RFS Blog | by Karl W. Palachuk – Relax Focus Succeed. Learn more at www.relaxfocussucceed.com

Apr/08

30

Smell the Roses — or Pay the Price

My low-maintenance hobby is gardening.

By low-maintenance I mean that I can do it when I feel like it and ignore it when I’ve got other things to do.

Sit down for this statistic. I don’t have a large yard. We’ve been in this house for five years. I’ve spent more than $30,000 to create the yard I want. And the result? My wife and I LOVE our yard.

We go there. We do things in the yard. We have people over. We see humming birds and butterflies almost every day. We have plants that only bloom two weeks out of the year. And we enjoy them for every day of those two weeks.

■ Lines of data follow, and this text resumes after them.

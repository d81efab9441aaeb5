import skipFormatting from '@vue/eslint-config-prettier/skip-formatting'
import { defineConfigWithVueTs, vueTsConfigs } from '@vue/eslint-config-typescript'
import pluginVue from 'eslint-plugin-vue'

/** The groups are read like a .gitignore, where a leading # would begin a comment. */
const away = (group: string[], message: string) => ({
  'no-restricted-imports': [
    'error',
    { patterns: [{ group: group.map((pattern) => pattern.replace(/^#/, '\\#')), message }] },
  ] as const,
})

/** The import directions: src -> shared <- server, contracts -> engine, routes -> services -> entities. */
export default defineConfigWithVueTs(
  { name: 'halyard/files', files: ['**/*.{ts,mts,vue}'] },
  { ignores: ['dist/**', 'dist-server/**', 'node_modules/**', '.halyard/**', 'test-results/**'] },
  pluginVue.configs['flat/recommended'],
  vueTsConfigs.recommended,
  {
    rules: {
      'no-console': 'error',
      'vue/multi-word-component-names': 'error',
      '@typescript-eslint/no-unused-vars': ['error', { argsIgnorePattern: '^_', varsIgnorePattern: '^_' }],
    },
  },
  {
    files: ['src/**'],
    rules: away(
      ['#server/*', '**/server/**', 'express', 'typeorm', 'pg'],
      'The client never imports the server.',
    ),
  },
  {
    files: ['shared/contracts/**'],
    rules: away(
      ['#server/*', '@/*', '**/src/**', '**/server/**', 'node:*'],
      'The core imports nothing from outside.',
    ),
  },
  {
    files: ['shared/engine/**'],
    rules: away(
      ['#server/*', '@/*', '**/src/**', '**/server/**', '**/contracts/**', 'zod', 'node:*'],
      'The engine is pure: no contracts, no server, no client, no I/O.',
    ),
  },
  {
    files: ['server/**'],
    rules: away(['@/*', '**/src/**', 'vue', 'primevue/*'], 'The server never imports the client.'),
  },
  {
    files: ['server/services/**'],
    rules: away(['@/*', '**/src/**', '**/routes/**', 'express'], 'Services know nothing of routes.'),
  },
  {
    files: ['server/entities/**'],
    rules: away(['@/*', '**/routes/**', '**/services/**'], 'Entities hold columns, not decisions.'),
  },
  { files: ['scripts/**'], rules: { 'no-console': 'off' } },
  skipFormatting,
)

But sometimes we get too busy.

I have two Monster rose bushes. One is an amazing lavender color (guys: that’s a light purple) and the other is a great dark red. There are other roses, but these two are on either side of my weeping ornamental cherry tree. And these roses are almost as big as your head.

I’m not kidding. These are “freakin’ huge” roses. And I let the bushes get to be about six feet tall. So they’re massive and awe-inspiring. People as me whether I’ve fed them steroids or something.

But this year, at the very height of their first bloom, I have been four different cities and run all over the place. I’ve literally been too busy to stop and smell the roses. And I realized this afternoon that the spectacle is beginning to fade. The super explosion is almost over.

And I just about missed it.

The good thing about roses is: They’ll keep blooming. They’ll give me another chance.

Maybe that’s what I like about gardening. I always get another chance.

My daughter’s 16th birthday is this weekend. So I’ll be around for sure. But she’s going to have a bunch of friends over, so I won’t really be welcome to hang out with them all day.

Where will I be? I’ll be pruning the roses and the bottle brush bushes. I’ll refill the bird feeders. And I might replace a couple of straggling plants that bring more irritation than joy.

But I won’t feel left out of the birthday party either. For some miraculous reason, God has given us a daughter who says she loves us — in front of her friends. She talks to us about problems. She schemes with us about jobs and friends and school.

The good news for me is: I can put my attention somewhere else for a few days here and a few days there and my relationship with my daughter will still be good. Just like the garden. I can put my attention somewhere else and it will be fine.

But if I turn my attention away at the wrong time, or for too long? Well, I’ll miss something important.